Harris Corporation (HRS - Free Report) recently secured a plum contract for an undisclosed amount to deliver next-generation Integrated Core Processor (ICP) for F-35 fighter jets. The deal, awarded by Lockheed Martin Corporation (LMT - Free Report) , aims to reduce production costs of the jets while improving its performance.
The F-35 is arguably the most lethal fighter jet with unique capabilities like radar evading stealth technology, enhanced weapons capacity and supersonic speed. In addition, it possesses a one-of-a-kind ability to collect, analyze and share data with advanced, integrated sensors for an all-pervasive defense mechanism. Data collected by F-35 sensors could be immediately shared with commanders at sea, in the air or on the ground, making it a formidable force multiplier while enhancing coordinated operations.
The ICP acts as the brain of F-35 and enables it to process data for communications, sensors, electronic warfare, guidance and control, cockpit and helmet displays. It helps to integrate all other electronic systems previously managed by separate mission and weapons computers and dedicated signal processors. Furthermore, ICP provides the pilot with 360-degree situational awareness of threats and accordingly prioritize and recommend measures to negate them.

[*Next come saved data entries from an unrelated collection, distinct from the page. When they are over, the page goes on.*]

"""Size of a beam at a place along it, or where it is largest, at one time.

The charges are cut into slices along the beam; the size of a slice is that of the charges within
it about their own middle (:mod:`driftwell.answers.extent`). Slices lie side by side over the
stretch that holds the middle 98 % of the charges; those with fewer than 40 charges say nothing.

Where the beam is largest is looked for in one half of the charges, and how large it is there is
taken from the other half, then the other way round, and the two are averaged: the largest of many
uncertain sizes would be one that chance made large. Where neighbouring slices are alike the value
may so be a little below the largest, by less than its error.
"""

from __future__ import annotations

from typing import ClassVar, Literal, Self

import numpy as np
from numpy.typing import NDArray

from driftwell.answers.answer import Answer
from driftwell.answers.charges import charges_at, number_in_words
from driftwell.answers.evidence import Evidence
from driftwell.answers.extent import Measure, extent, extent_error, size_in_words
from driftwell.answers.form import AXES, Axis, InstantQuestion, instant_in_words
from driftwell.answers.sampling import Bools, group_of, jackknife_error
from driftwell.errors import AnswerError
from driftwell.forms import Length, Positive, checked, key, refuse
from driftwell.forms.spelling import spelled

Floats = NDArray[np.float64]

LEAST_IN_SLICE = 40
"""Fewer charges have no size worth comparing."""
SLICES = 20
"""Slices over the length of the beam where none is given."""
_ENDS = (0.01, 0.99)
_NEIGHBOURS = np.array([1.0, 2.0, 3.0, 2.0, 1.0])
_MOST_SLICES = 10_000


class BeamEnvelope(InstantQuestion):
    """Size of a beam across, at one place along it or where it is largest."""

    unit: ClassVar[str] = "m"
    ask: Literal["beam-envelope"] = key("size of a beam across, at a place along it or the largest")
    axis: Literal["x", "y", "z", "radius"] = key(
        'along this axis across the beam, or "radius": distance from the middle', default="radius"
    )
    beam_axis: Axis = key("axis the beam runs along", default="z")
    measure: Measure = key("rms; edge: the distance from the middle that holds 90 %", default="rms")
    where: Length | None = key(
        "place along the beam; left out: where the beam is largest", default=None, example="20 mm"
    )
    thickness: Positive[Length] | None = key(
        "thickness of a slice along the beam; left out: a twentieth of the beam's length",
        default=None,
        example="1 mm",
    )

    @checked
    def _across(self) -> Self:
        if self.axis == self.beam_axis:
            raise refuse("`axis` must be across `beam_axis`, not along it")
        return self

    def answer(self, evidence: Evidence) -> Answer:
        charges = charges_at(evidence, self.of, self.time_in(evidence), LEAST_IN_SLICE)
        along = charges.position[AXES.index(self.beam_axis)]
        places = charges.position[self._axes()]
        low, high = np.quantile(along, _ENDS)
        thick = self.thickness if self.thickness is not None else float(high - low) / SLICES
        if thick <= 0.0:
            raise AnswerError(f"the beam has no length along {self.beam_axis}")
        if self.where is not None:
            near = np.abs(along - self.where) <= 0.5 * thick
            value, error, where = self._at(places[:, near])
        else:
            value, error, where = self._largest(places, (along - low) / thick, low, thick)
        note = (
            f"{where} of {spelled(thick, 'm', 4)}; {number_in_words(len(charges), charges.cloud)}"
        )
        if error is None:
            note += "; too few charges to tell an error from"
        return self.answered(value, error, note)

    def _axes(self) -> list[int]:
        if self.axis != "radius":
            return [AXES.index(self.axis)]
        return [k for k in range(3) if k != AXES.index(self.beam_axis)]

    def _at(self, places: Floats) -> tuple[float, float | None, str]:
        count = places.shape[1]
        if count < LEAST_IN_SLICE:
            raise AnswerError(
                f"{count} charges lie in the slice; needs at least {LEAST_IN_SLICE}: give a larger "
                "`thickness`"
            )
        value, error = extent(places, self.measure), extent_error(places, self.measure)
        return value, error, f"{count} charges in the slice"

    def _largest(
        self, places: Floats, along: Floats, low: float, thick: float
    ) -> tuple[float, float | None, str]:
        """The largest slice; `along` : places along the beam in slices, 0 at `low`."""
        if along.max() - along.min() > _MOST_SLICES:
            raise AnswerError("`thickness` is too small against the beam's length")
        slices = np.floor(along).astype(np.int64)
        half = group_of(slices.size) % 2
        found = [_widest(places, slices, half == side, self.measure) for side in (0, 1)]
        told = [(slices == found[side]) & (half != side) for side in (0, 1)]

        def value(keep: Bools) -> float:
            sizes = [extent(places[:, own & keep], self.measure) for own in told]
            return 0.5 * (sizes[0] + sizes[1])

        whole = value(np.ones(slices.size, dtype=np.bool_))
        if self.measure == "rms":
            error = jackknife_error(value, slices.size)
        else:
            errors = [extent_error(places[:, own], "edge") for own in told]
            error = None if None in errors else 0.5 * float(np.hypot(*errors))  # type: ignore[arg-type]
        middles = sorted({low + (number + 0.5) * thick for number in found})
        where = " and ".join(spelled(middle, "m", 4) for middle in middles)
        count = int(sum(own.sum() for own in told))
        plural = "s" if len(middles) > 1 else ""
        return (
            whole,
            error,
            f"largest at {self.beam_axis} = {where}, {count} charges in the slice{plural}",
        )

    def words(self) -> str:
        where = "where it is largest"
        if self.where is not None:
            where = f"at {self.beam_axis} = {spelled(self.where, 'm')}"
        return (
            f'{size_in_words(self.measure, self.axis)} of beam "{self.of}" {where}, '
            f"{instant_in_words(self.at)}"
        )


def _widest(places: Floats, slices: NDArray[np.int64], half: Bools, measure: Measure) -> int:
    """Number of the slice that is widest in one half of the charges.

    Only slices with enough charges in either half count. Raises AnswerError where there is none.
    """
    first = int(slices.min())
    within, without = (np.bincount(slices[own] - first) for own in (half, ~half))
    shared = min(within.size, without.size)
    enough = np.minimum(within[:shared], without[:shared]) >= LEAST_IN_SLICE // 2
    if not enough.any():
        raise AnswerError(f"no slice holds {LEAST_IN_SLICE} charges; give a larger `thickness`")
    rows = np.flatnonzero(half)
    rows = rows[np.argsort(slices[rows], kind="stable")]
    ends = np.cumsum(within)
    sizes = np.zeros(shared)
    for k in np.flatnonzero(enough):
        sizes[k] = extent(places[:, rows[ends[k] - within[k] : ends[k]]], measure)
    # Neighbouring slices are much alike: together they tell better where the widest is.
    smooth = _with_neighbours(sizes) / np.maximum(_with_neighbours(enough.astype(np.float64)), 1.0)
    return first + int(np.where(enough, smooth, 0.0).argmax())


def _with_neighbours(values: Floats) -> Floats:
    """Sums (k,) of each value and its neighbours', those beyond the ends being zero."""
    return np.convolve(np.pad(values, _NEIGHBOURS.size // 2), _NEIGHBOURS, "valid")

The Harris-built ICP is expected to be available in aircrafts that will begin deliveries in 2023. The next-generation ICP is likely to be 75% cheaper with 25x computing power to support planned capability enhancements. Moreover, continued R&D efforts have enabled Harris to promise greater software stability, higher reliability and increased diagnostics resulting in lower sustainment costs for the ICP. This, in turn, is likely to pave the way for system scalability in the long run as open systems emerge as the future of avionics.
Such coveted contract wins are expected to generate a steady revenue stream for the company and augment its position in the market. Harris has also offered a bullish guidance for fiscal 2019 owing to healthy growth dynamics and benefits from the new tax law. It expects revenues in the range of $6.53-$6.65 billion, up 6-8% from fiscal 2018. EPS from continuing operations is expected between $7.65 and $7.85.
Despite the positives, Harris has underperformed the industry in the past year with an average return of 26.9% compared with 29.6% gain for the latter. Whether the latest contract win can improve the stock performance in the future remains to be seen.
Harris currently has a Zacks Rank #3 (Hold). Some better-ranked stocks in the industry are Juniper Networks, Inc. (JNPR - Free Report) and QUALCOMM Incorporated (QCOM - Free Report) , both carrying a Zacks Rank #2 (Buy). You can see the complete list of today’s Zacks #1 Rank (Strong Buy) stocks here.
Juniper has a long-term earnings growth expectation of 5.7%. It delivered an average positive earnings surprise of 4.9% in the trailing four quarters.
Qualcomm has a long-term earnings growth expectation of 10.9%. It delivered an average positive earnings surprise of 19.8% in the trailing four quarters.